Dice Paul Auster que el esclavismo, el racismo, es el pecado capital de la Unión Americana: “todo en la historia de Estados Unidos vuelve siempre al racismo, que es el pecado moral de este país”, sostiene Auster y tiene razón. No es casualidad que un personaje como Trump haya llegado al poder trepando sobre el racismo generado a partir de la elección de Barack Obama en 2008. Aquella demanda de Trump exigiendo ver el acta de nacimiento de Obama, argumentando que en realidad había nacido en Kenia, fue el artilugio electoral que le permitió hacerse un lugar entre los candidatos republicanos y luego alcanzar, contra todo pronóstico, la Casa Blanca.
Este 3 de noviembre estuvo a punto de repetir ese truco.
A botepronto, hay enseñanzas muy importantes de la jornada electoral estadounidense. Primero, que el populismo y la polarización social inherente al mismo, lastiman, destruyen, pero también terminan dejando réditos electorales, y es mucho más difícil de erradicar, porque su raíz no está en la racionalidad (nadie la puede esperar de Trump) sino en las emociones ( y sabe manejar muy bien las emociones primarias).
En este sentido, la pandemia, pésimamente administrada por la Casa Blanca, y su secuela de muertes, no tuvo el costo que merecía para Trump. Lo tuvo, en todos los centros urbanos, incluso en los estados trumpistas, pero mucha gente siguió pensando, como lo inoculó el propio Trump, que “se hizo lo que se pudo” y que 250 mil muertos después, el covid no era tan grave como se lo quería hacer pasar.
La economía estadounidense quedó terriblemente dañada, pero en términos electorales, los apoyos masivos que entregó la Casa Blanca, rindieron frutos. La economía individual y familiar logró sobrevivir gracias a esos apoyos proporcionado por el Estado, pero presentados por Trump como propios, otorgados por el propio Presidente. De la mano con ello, el miedo, otra vez el miedo, inculcado por Trump y sus partidarios, de que la llegada de Biden a la Casa Blanca redundaría en un aumento masivo de impuestos (una falsedad, Biden sólo plantea un aumento de impuesto a grandes empresas e ingresos muy altos, excesivamente beneficiados por la reforma fiscal de Trump), le ganó votos, como ocurrió en Florida, sumado a la insistencia de que Biden significaría un apoyo a las dictaduras de Cuba y Venezuela.

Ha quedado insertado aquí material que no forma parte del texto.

def _plant(top: _Table) -> PlantOptions:
    t = top.table("plant") or _Table({}, "plant", top.source)
    mode = t.number("structural_mode_hz", None, above=0.0)
    options = PlantOptions(
        structural_mode_hz=mode,
        effort_noise_rated_fraction=t.number("effort_noise_rated_fraction", 0.002, minimum=0.0, maximum=0.5),
        timestamp_jitter_std_s=t.number("timestamp_jitter_std_s", 2e-6, minimum=0.0, maximum=1e-3),
        drive_self_heating_k=t.number("drive_self_heating_k", 10.0, minimum=0.0, maximum=100.0),
    )
    t.finish()
    return options


def _environment(top: _Table) -> Environment:
    t = top.table("environment") or _Table({}, "environment", top.source)
    env = Environment(
        ambient_mean_c=t.number("ambient_mean_c", 24.0, minimum=-40.0, maximum=80.0),
        ambient_amplitude_k=t.number("ambient_amplitude_k", 0.0, minimum=0.0, maximum=40.0),
        ambient_period_days=t.number("ambient_period_days", 1.0, above=0.0),
        ambient_peak_day=t.number("ambient_peak_day", 0.375),  # 15:00 when day 0 starts at 06:00
    )
    t.finish()
    return env


def _day_range(t: _Table, horizon_days: float, *, start_default: Any, end_default: Any) -> tuple[float, float]:
    start = t.number("start_day", start_default, minimum=0.0, maximum=horizon_days)
    end = t.number("end_day", end_default, minimum=0.0, maximum=horizon_days)
    if end <= start:
        raise t.error("end_day", f"{end} must be after start_day {start}")
    return start, end


def _actuator(t: _Table, description: RobotDescription) -> int:
    n = description.n_actuators
    a = t.number("actuator", integer=True)
    if not 1 <= a <= n:
        raise t.error("actuator", f"must be 1 to {n} (this {description.family} has {n} actuators), got {a}")
    return int(a)
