/**
 * Runs blocks of a plan (on the pool, or in BigInt for the BigInt engine); `onResult` sees each
 * result once, one call after another (a checkpoint is written whole each time); a failure among
 * them fails the run once the pool has stopped.
 */
async function executeBlocks(
  pool: KernelPool,
  plan: VerifyPlan,
  data: VerifyTableData | null,
  todo: readonly Omit<VerifyBlock, "exceptions">[],
  onResult: (res: StoredBlock) => void | Promise<void>,
  signal?: AbortSignal,
): Promise<void> {
  if (plan.engine === "bigint" || !data) {
    for (const b of todo) {
      if (signal?.aborted) throw new CancelledError();
      const res = bigintBlock(plan, b);
      await new Promise((resolve) => setTimeout(resolve, 0)); // let a signal or a cancel in
      await onResult(res);
    }
    return;
  }
  const prepared = new WeakSet<object>();
  const blocks: VerifyBlock[] = todo.map((b) => ({
    ...b,
    exceptions: b.kind === "aligned" ? BigUint64Array.from(exceptionsIn(data, b.first, b.last), (e) => e.n) : new BigUint64Array(0),
  }));
  let chain: Promise<void> = Promise.resolve();
  let failed: unknown = null;
  await pool.run(
    blocks,
    async (api, block) => {
      if (!prepared.has(api)) {
        await api.verifyPrepare(data.tables);
        prepared.add(api);
      }
      return api.verifyBlock(block);
    },
    (_block, out) => {
      chain = chain
        .then(() => onResult(out))
        .catch((e: unknown) => {
          failed ??= e;
        });
    },
    { signal },
  );
  await chain;
  if (failed !== null) throw failed;
}

/** What plan.json keeps of a verification run: its request. */
export type VerifyParams = VerifyRequest;

/** A shard's block results, ascending by block. */
export interface VerifyPart extends PartBase {
  readonly blocks: StoredBlock[];
}

export const verifyJob: JobKind<VerifyParams, VerifyPart, VerifyResult> = {
  name: "verify",
  describe: (p) => `verify ${p.map.name} over [${p.from}, ${p.to})`,
  encodeParams: (p) => ({
    map: p.map.name,
    from: p.from,
    to: p.to,
    sieveDepth: p.sieveDepth ?? null,
    stepDepth: p.stepDepth ?? null,
    maxSteps: p.maxSteps ?? null,
    delay: p.delay === true,
  }),
  decodeParams: (s) => {
    const num = (v: unknown) => (v === null || v === undefined ? undefined : Number(v));
    return {
      map: parseMap(String(s.map)),
      from: BigInt(s.from as bigint),
      to: BigInt(s.to as bigint),
      sieveDepth: num(s.sieveDepth),
      stepDepth: num(s.stepDepth),
      maxSteps: num(s.maxSteps),
      delay: s.delay === true,
    };
  },
  estimate(plan, cpus) {
    const vplan = planVerify(plan.params);
    let numbers = 0n;
    for (const r of plan.shards) {
      const n = vplan.blocks.slice(r.first, r.end).reduce((s, b) => s + (b.last - b.first + 1n), 0n);
      if (n > numbers) numbers = n;
    }
    // each worker and the host keep the sieve table (4 bytes a survivor) and the step table (9 bytes a residue)
    const K = vplan.sieveDepth;
    const tables = Number(exactCounts(plan.params.map, K).levels[K]!.survivors) * 4 + 9 * 2 ** vplan.stepDepth;
    return shardEstimate(numbers, vplan.engine === "kernel" ? 1e8 : 2e5, cpus, tables * (cpus + 2));
  },
  async layout(_pool, p) {
    return { prefixBits: 0, prefixes: null, tasks: planVerify(p).blocks.length };
  },
  async runShard(pool, plan, shard, options = {}) {
    const started = performance.now();
    const vplan = planVerify(plan.params);
    const range = plan.shards[shard];
    if (!range) throw new RangeError(`shard ${shard} is not in the plan (0 to ${plan.shards.length - 1})`);
    const todo = vplan.blocks.slice(range.first, range.end);
    const data = vplan.engine === "kernel" && todo.length > 0 ? await verifyTables(pool, vplan, options) : null;
    const blocks: StoredBlock[] = [];
    const size = (b: { first: bigint; last: bigint }) => Number(b.last - b.first + 1n); // progress only
    const total = todo.reduce((s, b) => s + size(b), 0);
    let done = 0;
    await executeBlocks(
      pool,
      vplan,
      data,
      todo,
      (res) => {
        blocks.push(res);
        done += size(vplan.blocks[res.index]!);
        options.onProgress?.(done, total);
      },
      options.signal,
    );
    blocks.sort((u, v) => u.index - v.index);
    return { blocks, seconds: (performance.now() - started) / 1000 };
  },
  async merge(pool, plan, parts) {
    const vplan = planVerify(plan.params);
    const data = vplan.engine === "kernel" ? await verifyTables(pool, vplan) : null;
    const results = new Map<number, StoredBlock>();
    for (const p of parts) for (const b of p.blocks) results.set(b.index, b);
    return mergeVerify(
      vplan,
      data,
      results,
      parts.reduce((s, p) => s + p.seconds, 0),
    );
  },
};

/**
 * Verifies the range on the pool.
 * @example const r = await runVerify(pool, { map: parseMap("3x+1"), from: 1n, to: 1n << 20n }); r.maxGlide?.n // 77671n
 */
export async function runVerify(pool: KernelPool, req: VerifyRequest, options: VerifyOptions = {}): Promise<VerifyResult> {
  const started = performance.now();
  const plan = planVerify(req);
  const data = plan.engine === "kernel" ? (options.tables ?? (await verifyTables(pool, plan, options))) : null;
  const results = new Map<number, StoredBlock>(options.done ?? []);
  const todo = plan.blocks.filter((b) => !results.has(b.index));
  let completed = results.size;
  const total = plan.blocks.length;
  // progress in numbers (display only: a double is close enough to show a share and a rate)
  const sizeOf = (b: { first: bigint; last: bigint }) => Number(b.last - b.first + 1n);
  const numbersTotal = plan.blocks.reduce((s, b) => s + sizeOf(b), 0);
  let numbersDone = plan.blocks.filter((b) => results.has(b.index)).reduce((s, b) => s + sizeOf(b), 0);
  const byIndex = new Map(plan.blocks.map((b) => [b.index, b]));
  const progress = (index: number) => {
    numbersDone += sizeOf(byIndex.get(index)!);
    options.onProgress?.(numbersDone, numbersTotal);
  };
  await executeBlocks(
    pool,
    plan,
    data,
    todo,
    async (res) => {
      results.set(res.index, res);
      completed++;
      progress(res.index);
      await options.onBlock?.(res, completed, total);
    },
    options.signal,
  );
  return mergeVerify(plan, data, results, (performance.now() - started) / 1000);
}

/**
 * Merges block results in range order: counts add; a record of the union is an entry that beats
 * the running maximum of every block before it (the blocks' own lists are supersets of their
 * records, handoffs aside, so the sweep is exact). Equal for any split of the range.
 */
export function mergeVerify(
  plan: VerifyPlan,
  data: VerifyTableData | null,
  results: ReadonlyMap<number, StoredBlock>,
  seconds: number,
): VerifyResult {
  const { map, sieveDepth: K } = plan;
  const sievedByDepth = new Array<bigint>(K + 1).fill(0n);
  let checked = 0n;
  let exceptions = 0n;
  let cycles = 0n;
  let unresolved = 0n;
  let handoffCount = 0n;
  const cycleMembers: { n: bigint; period: number }[] = [];
  const unresolvedList: bigint[] = [];
  const glideRecords: GlideRecord[] = [];
  const pathRecords: PathRecord[] = [];
  let bestGlide = -1;
  let bestPath = -1n;
  const delayRecords: GlideRecord[] = [];
  const unreachedList: bigint[] = [];
  let unreached = 0n;
  let bestDelay = -1;
  for (const block of plan.blocks) {
    const res = results.get(block.index);
    if (!res) throw new Error(`internal error: block ${block.index} has no result`);
    if (block.kind === "delay") {
      // delays: the kernel's records, and its handoffs finished here, swept in n order
      const found: GlideRecord[] = [];
      for (let i = 0; i < res.glideRecords.length; i += 4)
        found.push({ n: res.glideRecords[i]!, steps: Number(res.glideRecords[i + 1]!), standardSteps: Number(res.glideRecords[i + 2]!) });
      for (let i = 0; i < res.unresolved.length; i += 4) unreachedList.push(res.unresolved[i]!);
      unreached += res.counts[3]!;
      for (let i = 0; i < res.handoffs.length; i += 4) {
        const n = res.handoffs[i]!;
        handoffCount++;
        const d = delayBig(map, n, plan.maxSteps);
        if (d === null) {
          unreached++;
          unreachedList.push(n);
        } else found.push({ n, steps: d.steps, standardSteps: d.steps + d.odd });
      }
      found.sort((u, v) => (u.n < v.n ? -1 : u.n > v.n ? 1 : 0));
      for (const g of found) {
        if (g.standardSteps > bestDelay) {
          bestDelay = g.standardSteps;
          delayRecords.push(g);
        }
      }
      continue;
    }
    const c = res.counts;
    checked += c[0]!;
    exceptions += c[1]!;
    cycles += c[2]!;
    unresolved += c[3]!;
    if (block.kind === "aligned" && data) {
      // whole periods: classes mod 2^j stopping at j are 2^(K-j) classes mod 2^K each; the
      // exceptions among them were iterated apart
      const inBlock = exceptionsIn(data, block.first, block.last);
      for (let j = 1; j <= K; j++) sievedByDepth[j]! += block.periods * data.stoppedClasses[j]! * (1n << BigInt(K - j));
      for (const e of inBlock) sievedByDepth[e.classDepth]!--;
    } else for (let j = 1; j <= K; j++) sievedByDepth[j]! += c[8 + j]!;
    // the block's candidates, and its handoffs finished here in BigInt, in n order
    const glides: GlideRecord[] = [];
    const paths: PathRecord[] = [];
    for (let i = 0; i < res.glideRecords.length; i += 4)
      glides.push({ n: res.glideRecords[i]!, steps: Number(res.glideRecords[i + 1]!), standardSteps: Number(res.glideRecords[i + 2]!) });
    for (let i = 0; i < res.pathRecords.length; i += 4)
      paths.push({ n: res.pathRecords[i]!, value: (res.pathRecords[i + 2]! << 64n) | res.pathRecords[i + 1]! });
    for (let i = 0; i < res.cycleMembers.length; i += 4)
      cycleMembers.push({ n: res.cycleMembers[i]!, period: Number(res.cycleMembers[i + 1]!) });
    for (let i = 0; i < res.unresolved.length; i += 4) unresolvedList.push(res.unresolved[i]!);
    for (let i = 0; i < res.handoffs.length; i += 4) {
      const n = res.handoffs[i]!;
      const countedAsSieved = res.handoffs[i + 1]! === 1n;
      handoffCount++;
      const t = traceBig(map, n, plan.maxSteps, K);
      if (!countedAsSieved) {
        if (t.cutDepth !== null && t.outcome === "descent" && t.steps === t.cutDepth) sievedByDepth[t.cutDepth]!++;
        else if (t.outcome === "descent") {
          if (t.cutDepth !== null) exceptions++;
          else checked++;
        } else if (t.outcome === "cycle") {
          cycles++;
          cycleMembers.push({ n, period: t.steps });
        } else {
          unresolved++;
          unresolvedList.push(n);
        }
      }
      if (t.outcome === "descent") {
        glides.push({ n, steps: t.steps, standardSteps: t.steps + t.odd });
        paths.push({ n, value: t.path });
      } else if (t.outcome === "cycle") paths.push({ n, value: n });
    }
    glides.sort((u, v) => (u.n < v.n ? -1 : u.n > v.n ? 1 : 0));
    paths.sort((u, v) => (u.n < v.n ? -1 : u.n > v.n ? 1 : 0));
    for (const g of glides) {
      if (g.standardSteps > bestGlide) {
        bestGlide = g.standardSteps;
        glideRecords.push(g);
      }
    }
    for (const p of paths) {
      if (p.value > bestPath) {
        bestPath = p.value;
        pathRecords.push(p);
      }
    }
  }
  cycleMembers.sort((u, v) => (u.n < v.n ? -1 : 1));
  unresolvedList.sort((u, v) => (u < v ? -1 : 1));
  // what passed the cap may still be shown to enter a cycle (of numbers above it: it never went below)
  const cycleEntrants: { n: bigint; cycleMin: bigint; period: number }[] = [];
  const stillUnresolved: bigint[] = [];
  for (const n of unresolvedList) {
    const c = cycleEntry(map, n, 2 * plan.maxSteps);
    if (c) cycleEntrants.push({ n, cycleMin: c.min, period: c.period });
    else stillUnresolved.push(n);
  }
  unresolved -= BigInt(cycleEntrants.length);
  const entrants = BigInt(cycleEntrants.length);
  const sieved = sievedByDepth.reduce((s, x) => s + x, 0n);
  const numbers = plan.to - plan.from;
  if (checked + sieved + exceptions + cycles + entrants + unresolved !== numbers)
    throw new Error(
      `internal error: ${checked} + ${sieved} + ${exceptions} + ${cycles} + ${entrants} + ${unresolved} numbers accounted for, the range has ${numbers}`,
    );
  return {
    map,
    from: plan.from,
    to: plan.to,
    sieveDepth: K,
    stepDepth: plan.stepDepth,
    maxSteps: plan.maxSteps,
    engine: plan.engine,
    counts: { numbers, checked, sievedByDepth, sieved, exceptions, cycleMembers: cycles, cycleEntrants: entrants, unresolved },
    glideRecords,
    pathRecords,
    maxGlide: glideRecords.at(-1) ?? null,
    maxPath: pathRecords.at(-1) ?? null,
    cycleMembers,
    cycleEntrants: cycleEntrants.slice(0, EXCEPTION_LIMIT),
    unresolvedList: stillUnresolved.slice(0, EXCEPTION_LIMIT),
    delay: plan.delay
      ? {
          records: delayRecords,
          max: delayRecords.at(-1) ?? null,
          unreached,
          unreachedList: unreachedList.sort((u, v) => (u < v ? -1 : 1)).slice(0, EXCEPTION_LIMIT),
        }
      : null,
    handoffs: handoffCount,
    blocks: plan.blocks.length,
    seconds,
  };
}
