from .conditioning import DetectorData
from .likelihood import PARAMETER_NAMES, FromOverlaps, newtonian_amplitude, spin_arrays
from .waveform import (
    MPC_SECONDS,
    MSUN_SECONDS,
    PhaseBasis,
    _coefficient_tables,
    _spin_columns,
    isco_frequency,
    symmetric_mass_ratio,
    taylorf2_phase,
)

__all__ = ["MassTerms", "RelativeBinningLikelihood", "bin_edges", "mass_terms"]

Array = NDArray[np.float64]
Params = Mapping[str, Array]

#: Constants of the restricted amplitude and the ISCO frequency (likelihood.py, waveform.py).
_AMPLITUDE = np.sqrt(5.0 / 24.0) * np.pi ** (-2.0 / 3.0) * MSUN_SECONDS ** (5.0 / 6.0) / MPC_SECONDS
_ISCO = 1.0 / (6.0**1.5 * np.pi * MSUN_SECONDS)
_LOG_PI_MSUN = float(np.log(np.pi * MSUN_SECONDS))
_CUBIC = np.arange(4.0)

_EXPONENTS = np.array([-5.0 / 3.0, -2.0 / 3.0, 1.0, 5.0 / 3.0, 7.0 / 3.0])


def bin_edges(frequencies: Array, n_bins: int) -> Array:
    """Indices into ``frequencies`` of ``n_bins + 1`` bin edges.

    Edges are equally spaced in the dephasing bound of Zackay et al. 2018,
    Eq. 10, with ``chi_a = 1`` and ``f*_a`` the band edge where
    ``(f/f*_a)^a`` is largest.
    """
    f = np.asarray(frequencies, dtype=float)
    f_lo, f_hi = f[0], f[-1]
    star = np.where(_EXPONENTS > 0, f_hi, f_lo)
    # The bound is smooth and increasing: tabulate it on a log grid, invert by interpolation.
    grid = np.geomspace(f_lo, f_hi, 4096)
    bound = np.sum(
        2.0
        * np.pi
        * np.sign(_EXPONENTS)[:, None]
        * (grid[None, :] / star[:, None]) ** _EXPONENTS[:, None],
        axis=0,
    )
    targets = np.interp(np.linspace(bound[0], bound[-1], n_bins + 1), bound, grid)
    idx = np.searchsorted(f, targets)
    idx = np.clip(idx, 0, f.size - 1)
    idx[0], idx[-1] = 0, f.size - 1
    return np.unique(idx)


@dataclass
class _Binned:
    """Per-detector summary data of the binning (Zackay et al. 2018, Eqs. 7-8)."""

    data: DetectorData
    edges: Array  # edge frequencies, (nb+1,)
    centers: Array
    widths: Array
    inverse_widths: Array
    first: NDArray[np.intp]  # index of the first frequency of each bin
    a0: NDArray[np.complex128]
    a1: NDArray[np.complex128]
    basis: PhaseBasis  # of the edge frequencies
    design: Array  # the basis, the edges (time shift) and -psi0 (PN part) as rows
    tc0: float  # the fiducial's coalescence time
    edge_weights: Array  # W_e as (real, imag) columns, shape (n_edges, 2)
    tables: tuple[Array, Array, Array]  # PhaseBasis coefficient tables
    cumulative_norm: Array
    # Running sums of the summary integrands, for the bin the ISCO frequency cuts.
    c0: NDArray[np.complex128]
    c1: NDArray[np.complex128]
    _cut_cache: dict[int, Array] = field(default_factory=dict, repr=False)

    def cut_weights(self, cut: int) -> Array:
        """Edge weights ``(n_edges, 2)`` of the bins below bin ``cut`` only."""
        if cut not in self._cut_cache:
            weights = np.zeros(self.edges.size, dtype=complex)
            weights[:cut] += 0.5 * self.a0[:cut] - self.a1[:cut] / self.widths[:cut]
            weights[1 : cut + 1] += 0.5 * self.a0[:cut] + self.a1[:cut] / self.widths[:cut]
            self._cut_cache[cut] = np.column_stack([weights.real, weights.imag])
        return self._cut_cache[cut]


class MassTerms(NamedTuple):
    """Mass-dependent factors shared by every detector's binned overlap (a tuple: cheap)."""

    log_mc: Array
    eta: Array
    log_c: Array
    eta_powers: Array
    f_isco: Array
    #: Aligned-spin additions to the phase coefficients (``_spin_columns``), or None.
    spin_columns: Array | None = None


#: Column layout of the default :class:`PhaseBasis` (the one every bin set uses).
_LAYOUT = PhaseBasis(np.ones(1))._layout


def mass_terms(
    chirp_mass: Array,
    mass_ratio: Array,
    spin1: Array | None = None,
    spin2: Array | None = None,
) -> MassTerms:
    """:class:`MassTerms` of parameter sets ``(chirp_mass, mass_ratio[, spins])``, each ``(n,)``."""
    log_mc = np.log(chirp_mass)
    eta = mass_ratio / (1.0 + mass_ratio) ** 2
    log_total = log_mc - 0.6 * np.log(eta)
    log_c = (log_total + _LOG_PI_MSUN) * (1.0 / 3.0)
    spin_cols = None
    if spin1 is not None or spin2 is not None:
        spin_cols = _spin_columns(_LAYOUT, eta, log_c, spin1, spin2)
    return MassTerms(
        log_mc=log_mc,
        eta=eta,
        log_c=log_c,
        eta_powers=eta[:, None] ** _CUBIC,
        f_isco=_ISCO * np.exp(-log_total),
        spin_columns=spin_cols,
    )
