def _lyman_alpha_coefficient_residual(Z):
    """Largest residual of the five power-matching conditions for the 2p1/2 closed form above
    (kappa = 1, W = E + c^2 the total energy): (gamma + 1) p0 = a q0,
    (gamma + 2) p1 - lam p0 = (c + W/c) q0 + a q1, -lam p1 = (c + W/c) q1,
    gamma q1 - lam q0 = (c - W/c) p0 - a p1, -lam q1 = (c - W/c) p1."""
    with mp.workdps(40):
        c = 1 / mp.mpf(ALPHA)
        a = Z / c
        g = mp.sqrt(1 - a**2)
        N = mp.sqrt(2 + 2 * g)
        eps, lam = N / 2, Z / N
        t = 2 * lam * (N - 1) / (2 * g + 1)
        p0, p1 = mp.sqrt(1 + eps) * (N - 2), -mp.sqrt(1 + eps) * t
        q0, q1 = -mp.sqrt(1 - eps) * N, mp.sqrt(1 - eps) * t
        up, down = c * (1 + eps), c * (1 - eps)
        res = [(g + 1) * p0 - a * q0, (g + 2) * p1 - lam * p0 - up * q0 - a * q1, -lam * p1 - up * q1,
               g * q1 - lam * q0 - down * p0 + a * p1, -lam * q1 - down * p1]
        return float(max(abs(x) for x in res) / (c * abs(p0) + abs(p1)))


@pytest.mark.parametrize("Z", [1, 50, 92])
def test_dirac_lyman_alpha_long_wavelength_against_closed_form(Z):
    """The solver's long-wavelength E1 rates of 2p1/2 and 2p3/2 -> 1s1/2 against the closed forms of
    :func:`_closed_form_lyman_alpha` (exact, independent of the solver's states and quadrature).
    No published relativistic rate for U91+ could be confirmed here, so the Z = 92 check is this
    closed form (long-wavelength limit) plus, for the full photon wave number, gauge agreement and the
    mpmath integration above. Measured (Z = 92): A_long(2p1/2) = 4.338e16 /s, A_long(2p3/2) = 4.917e16 /s;
    with the full wave number 4.726e16 and 3.922e16 /s, i.e. 1.052 and 0.873 times 92^4 A_H
    (A_H the infinite-mass Schrodinger rate); the long-wavelength values are 0.966 and 1.095 times it."""
    assert _lyman_alpha_coefficient_residual(Z) < 1e-30
    res = {kappa: boundkit.solve("dirac", "coulomb", {"Z": Z}, kappa=kappa, levels=1, tol=1e-14).levels[0]
           for kappa in (-1, 1, -2)}
    nonrel = Z**4 * _tr("schrodinger").line("2p", "1s").einstein_a
    for kappa, upper in ((1, "2p1/2"), (-2, "2p3/2")):
        ln = line(res[kappa], res[-1], "E1", equation="dirac")
        R, omega, rate = _closed_form_lyman_alpha(Z, upper)
        assert ln.upper == upper
        assert ln.energy_hartree == pytest.approx(omega, rel=1e-13)
        assert ln.long_wavelength_a == pytest.approx(rate, rel=1e-10)     # measured <= 2e-11
        if Z == 1:    # the closed form goes over into the Schrodinger value 128 sqrt(6)/243 (Z = 1)
            assert abs(R) == pytest.approx(128 * math.sqrt(6) / 243, rel=1e-4)
            assert rate == pytest.approx(nonrel, rel=1e-4)
    if Z == 92:
        a12 = line(res[1], res[-1], "E1", equation="dirac")
        a32 = line(res[-2], res[-1], "E1", equation="dirac")
        assert a12.einstein_a / nonrel == pytest.approx(1.052, abs=1e-3)
        assert a32.einstein_a / nonrel == pytest.approx(0.873, abs=1e-3)


def test_lifetimes_and_branching_ratios():
    """Hydrogen 3p decays to 1s and 2s; branching 3p -> 1s is 0.88 (A = 1.6725e8 and 2.2449e7 /s,
    NIST ASD; recalled from memory, not read from the database here)."""
    tr = _tr("schrodinger", max_n=3, nucleus=PROTON_MASS_MEV)
    level = tr.level("3p")
    assert sum(level.branching.values()) == pytest.approx(1.0, rel=1e-14)
    assert level.branching["1s E1"] == pytest.approx(1.6725e8 / (1.6725e8 + 2.2449e7), rel=1e-3)
    assert level.lifetime_s == pytest.approx(1 / (1.6725e8 + 2.2449e7), rel=1e-3)
    assert tr.level("1s").lifetime_s == math.inf
    # no line between the degenerate 2s and 2p of the Schrodinger problem
    assert all({ln.upper, ln.lower} != {"2s", "2p"} for ln in tr.lines)
    d = tr.to_dict()
    assert set(d["lines"][0]) >= {"upper", "lower", "multipole", "energy", "wavelength_nm", "line_strength",
                                  "oscillator_strength", "einstein_a"}
    assert set(d["levels"][0]) >= {"label", "lifetime_s"}
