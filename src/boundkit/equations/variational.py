"""The fixed-energy operator as a symmetric matrix (the quadratic form of T(E)).

Every equation has the factorized form of :mod:`boundkit.equations.base`,

    T(E) u = -(d/dr - kappa/r) p(r, E) (d/dr + kappa/r) u + (q(r, E) - E) u,

whose quadratic form, after one integration by parts, is

    a_E(u, u) = integral of [ p ((d/dr + kappa/r) u)^2 + (q - E) u^2 ] dr.

With u = w(r) f, w = (r / (r + r_c))^gamma and t = ln r this reads

    a_E = integral of [ p w^2 / r (f' + b f)^2 + (q - E) w^2 r f^2 ] dt,
    b = beta + kappa, beta = gamma r_c / (r + r_c), ' = d/dt.

On spectral elements (:mod:`boundkit.discretize.elements`) with the GLL
quadrature of each element this becomes the symmetric matrix

    K(E) = sum over elements of G_e^T diag(w_e p w^2 / r) G_e
           + diag(w (q - E) w^2 r) + sigma(E) e_0 e_0^T,      G_e = D_e + diag(b),

on the nodal values of f, with f(t_max) = 0 imposed by dropping the last
node. The inner end r_min is a natural boundary: the term sigma = p w^2/r (s + b)
at the first node makes the boundary condition f'/f = s of the first Frobenius
correction (f ~ 1 + c r) the natural one, so cutting the mesh at r_min costs
O(r_min^2) relative to the leading behaviour. The mass matrix
M (the same integral of w^2 r f^2) is symmetric and positive definite.

Why symmetric matters: dK/dE = G^T diag(w dp/dE w^2/r) G + diag(w (dq/dE - 1) w^2 r)
is negative definite for every equation here (dp/dE <= 0, dq/dE < 1 in the
bound-state window), so the eigenvalues of the pencil (K(E), M) all fall as E
rises, and the number of negative ones (Sylvester's inertia of K(E)) counts the
levels of the discrete problem below E. See :mod:`boundkit.locator`.
"""
from __future__ import annotations

from functools import lru_cache

import numpy as np

from ..discretize.elements import ElementGrid, _reference_quadrature
from .base import RadialEquation, Sample, frobenius_slope

__all__ = ["SymmetricOperator"]


def _add_nodal(out: np.ndarray, idx: np.ndarray, values: np.ndarray) -> None:
    """out[idx] += values for the elements of one batch: neighbouring elements share their end
    node, so even and odd positions are added separately (no index repeats within one addition)."""
    for par in (0, 1):
        out[idx[par::2]] += values[par::2]


@lru_cache(maxsize=1024)
def _padded_reference(d: int, me: int, m: int):
    """(B, Bt, w) of the degree-d reference element with me Gauss points, padded to m rows with
    zeros (extended precision; w in double). Cached: shared, read-only."""
    _, wy, B, Bt = _reference_quadrature(d, me)
    Bp = np.zeros((m, d + 1), dtype=np.longdouble)
    Btp = np.zeros((m, d + 1), dtype=np.longdouble)
    wp = np.zeros(m)
    Bp[:me], Btp[:me], wp[:me] = B, Bt, wy
    for a in (Bp, Btp, wp):
        a.flags.writeable = False
    return Bp, Btp, wp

Tampoco era verdad. Biden ha sido más enfático en condenar al gobierno de Venezuela, que el propio Trump. Lo que proponía era una política exterior racional que privilegiara a los aliados y castigara a los adversarios: no se pude ser, como ocurrió con Trump, amigo de Kim Jing Un en Corea del Norte y crítico de Angela Merkel o Emanuel Macron, en Alemania y Francia.
Se volvió a demostrar que el voto latino, como una unidad, es una falacia. No existe un voto latino: son muchos votos diferentes y el voto cubano, por ejemplo, que representan poco más de 4 por ciento de todo el voto latino, no sólo está claramente diferenciado, sino que, como tiene mayor experiencia, recursos y organización, puede ser decisivo en ámbitos donde el voto mexicano todavía no logra ni siquiera acercarse pese a ser cuantitativamente muy mayor. Con todo, los resultados, en algunos estados como Texas, permiten ser optimistas sobre el futuro del mismo. Pero olvidémonos de eso de que el voto latino es homogéneo: no lo es y quizás lo será menos en el futuro.
Por último, si se confirma el triunfo de Biden y las tendencias electorales de este miñercoles, hay algo para estar optimistas: los demócratas tendrían en su poder el senado y la cámara de representantes. Una oportunidad que, por ejemplo, Barack Obama nunca tuvo en sus ocho años de mandato.